Uma decisão judicial que não está mais sujeita a recurso determinou que estudos ambientais devem ser realizados antes da pavimentação de uma parte da rodovia designada como “lote C” (6). No entanto, em 24 de junho, o governo federal abriu licitação para pavimentar esse trecho de estrada (7). O Ministério Público Federal caracterizou essa violação de uma decisão judicial como “má-fé” e uma “afronta” ao judiciário (8). A justificativa de um representante do poder executivo era que a pavimentação não causaria aumento no tráfego na rodovia (9), uma opinião sem qualquer base técnica.
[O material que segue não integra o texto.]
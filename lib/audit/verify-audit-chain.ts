// Walks the whole audit log in id order and recomputes every hash. The first event whose
// stored prev_hash or hash does not match is reported; otherwise the count and the head hash.
//
// The chain alone proves that nobody changed or removed an event *in the middle* without
// rewriting everything after it. Someone who can write to the table (a superuser with triggers
// disabled) can still rewrite the tail consistently, or cut it off. What catches that is a head
// hash copied outside the database earlier: pass it as an anchor and the walk reports whether it
// is still in the chain. If it is, every event up to it is exactly as it was when it was copied.
import type { DbOrTx } from "@/lib/db/client";
import { auditEventHash, GENESIS_HASH } from "@/lib/audit/audit-hash";
import { linkStagedAuditEvents } from "@/lib/audit/staged-audit-events";
import { AUDIT_EVENT_COLUMNS, type AuditEventRow } from "@/lib/audit/audit-event-row";

export interface BrokenLink {
  /** The first event that fails, or null when what fails is a missing anchor. */
  id: string | null;
  action: string | null;
  /** The last event that still verified, so a removed stretch shows as a gap between the two. */
  afterId: string | null;
  reason: string;
}

export interface AnchorResult {
  hash: string;
  /** The event whose hash it is, or null when the chain no longer contains it. */
  foundAtId: string | null;
}

export type AuditChainReport =
  | { intact: true; verified: number; headId: string | null; headHash: string; anchors: AnchorResult[] }
  | { intact: false; verified: number; brokenAt: BrokenLink; anchors: AnchorResult[] };

export interface VerifyAuditChainOptions {
  batchSize?: number;
  /** Head hashes recorded outside the database earlier (a ticket, an e-mail, a WORM store). */
  anchors?: string[];
  /**
   * Where an earlier intact walk ended: walk on from there instead of from the first event. Only the
   * events after it are recomputed (and that one event is checked to be still there, unchanged); a
   * change to an event before it is not seen. Not with anchors, which may lie before it.
   */
  resumeFrom?: ChainPoint;
}

/** An event the chain was verified up to: its id and hash, and how many events up to it verified. */
export interface ChainPoint {
  headId: string;
  headHash: string;
  verified: number;
}

export async function verifyAuditChain(db: DbOrTx, options: VerifyAuditChainOptions = {}): Promise<AuditChainReport> {
  // Staged events (lib/audit/staged-audit-events.ts) are linked first, so the report covers them.
  await linkStagedAuditEvents(db);
  const batchSize = options.batchSize ?? 5000;
  const anchors = new Map<string, string | null>((options.anchors ?? []).map((hash) => [hash.trim().toLowerCase(), null]));
  const anchorResults = () => [...anchors].map(([hash, foundAtId]) => ({ hash, foundAtId }));
  let expectedPrev = GENESIS_HASH;
  let verified = 0;
  let lastId: bigint | null = null;
  if (options.resumeFrom) {
    if (anchors.size > 0) throw new Error("verifyAuditChain: anchors need a walk from the first event, not a resumed one");
    const { headId, headHash } = options.resumeFrom;
    const [point] = await db.$queryRaw<{ hash: string; action: string }[]>`SELECT hash, action FROM audit_events WHERE id = ${BigInt(headId)}`;
    if (!point || point.hash !== headHash) {
      return {
        intact: false,
        verified: 0,
        anchors: [],
        brokenAt: {
          id: point ? headId : null,
          action: point?.action ?? null,
          afterId: null,
          reason: point
            ? `event ${headId}, where the last full walk ended, no longer has the hash that walk read (it was changed since)`
            : `event ${headId}, where the last full walk ended, is gone (events were removed since)`,
        },
      };
    }
    expectedPrev = headHash;
    verified = options.resumeFrom.verified;
    lastId = BigInt(headId);
  }
  for (;;) {
    // Keyset paging keeps memory flat however long the log is.
    const rows: AuditEventRow[] = await db.$queryRaw<AuditEventRow[]>`
      SELECT ${AUDIT_EVENT_COLUMNS} FROM audit_events WHERE id > ${lastId ?? BigInt(0)} ORDER BY id LIMIT ${batchSize}`;
    if (rows.length === 0) break;
    for (const row of rows) {
      const afterId = lastId === null ? null : lastId.toString();
      if (row.prev_hash !== expectedPrev) {
        return {
          intact: false,
          verified,
          anchors: anchorResults(),
          brokenAt: {
            id: row.id.toString(),
            action: row.action,
            afterId,
            reason: `its prev_hash does not match the hash of ${afterId === null ? "the start of the chain" : `event ${afterId}`} (an event was removed, inserted or reordered before it)`,
          },
        };
      }
      const recomputed = auditEventHash(row.prev_hash, {
        occurredAt: row.occurred_at,
        actorType: row.actor_type,
        actorId: row.actor_id,
        actorLabel: row.actor_label,
        action: row.action,
        subjectType: row.subject_type,
        subjectId: row.subject_id,
        payload: row.payload,
        requestId: row.request_id,
        ipAddress: row.ip_address,
      });
      if (recomputed !== row.hash) {
        return {
          intact: false,
          verified,
          anchors: anchorResults(),
          brokenAt: { id: row.id.toString(), action: row.action, afterId, reason: "its content no longer matches its hash (the event was changed after it was written)" },
        };
      }
      if (anchors.has(row.hash)) anchors.set(row.hash, row.id.toString());
      expectedPrev = row.hash;
      verified += 1;
      lastId = row.id;
    }
  }
  const missing = [...anchors].find(([, foundAtId]) => foundAtId === null);
  if (missing) {
    return {
      intact: false,
      verified,
      anchors: anchorResults(),
      brokenAt: {
        id: null,
        action: null,
        afterId: lastId === null ? null : lastId.toString(),
        reason: `the head hash ${missing[0]} kept outside the database is no longer in the chain (events up to that point were rewritten or removed)`,
      },
    };
  }
  return { intact: true, verified, headId: lastId === null ? null : lastId.toString(), headHash: expectedPrev, anchors: anchorResults() };
}

/** The report in one line, as `npm run audit:verify` prints it and a ticket can quote it. */
export function describeAuditChainReport(report: AuditChainReport): string {
  if (report.intact) return `verified ${report.verified} events, head hash ${report.headHash}`;
  const { brokenAt } = report;
  const where = brokenAt.id === null ? "missing anchor" : `broken link at event ${brokenAt.id} (${brokenAt.action})`;
  return `${where}: ${brokenAt.reason}; ${report.verified} events before it verified`;
}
A pavimentação de estradas no interior da Amazônia tem sido demonstrada a aumentar o número e o tamanho dos veículos e resultar em maior migração, especulação de terras e desmatamento (10–11).

O não cumprimento da decisão judicial pelo governo abrirá um precedente perigoso para outros mega-desenvolvimentos na Amazônia, incluindo barragens hidrelétricas e o projeto Barão de Rio Branco, que construiria uma estrada através de uma série de unidades de conservação e áreas protegidas para povos tradicionais (13). Se a rodovia BR-319 for pavimentada antes da realização dos estudos ambientais necessários, será um indicador decisivo da relutância do Brasil em cumprir seus compromissos sob as convenções de clima e de biodiversidade e provavelmente acelerará as mudanças climáticas antropogênicas.

Por: | 07/08/2020 às 12:14

NOTAS

1.Ferrante, L. & P.M. Fearnside. 2020. Amazon’s road to deforestaion. Science 369: 634.

2.Ferrante, L. & P.M. Fearnside. 2019. Brazil’s new president and “ruralists” threaten Amazonia’s environment, traditional peoples and the global climate. Environmental Conservation 46(4): 261-263.

3. M. dos Santos Júnior et al., “BR-319 Como Propulsora de Desmatamento: Simulando o Impacto da Rodovia Manaus-Porto Velho” (Instituto do Desenvolvimento Sustentável da Amazônia, 2018).

4.Ferrante, L.; M. Gomes & P.M. Fearnside. 2020. Amazonian indigenous peoples are threatened by Brazil’s Highway BR-319. Land Use Policy 94: art. 104598.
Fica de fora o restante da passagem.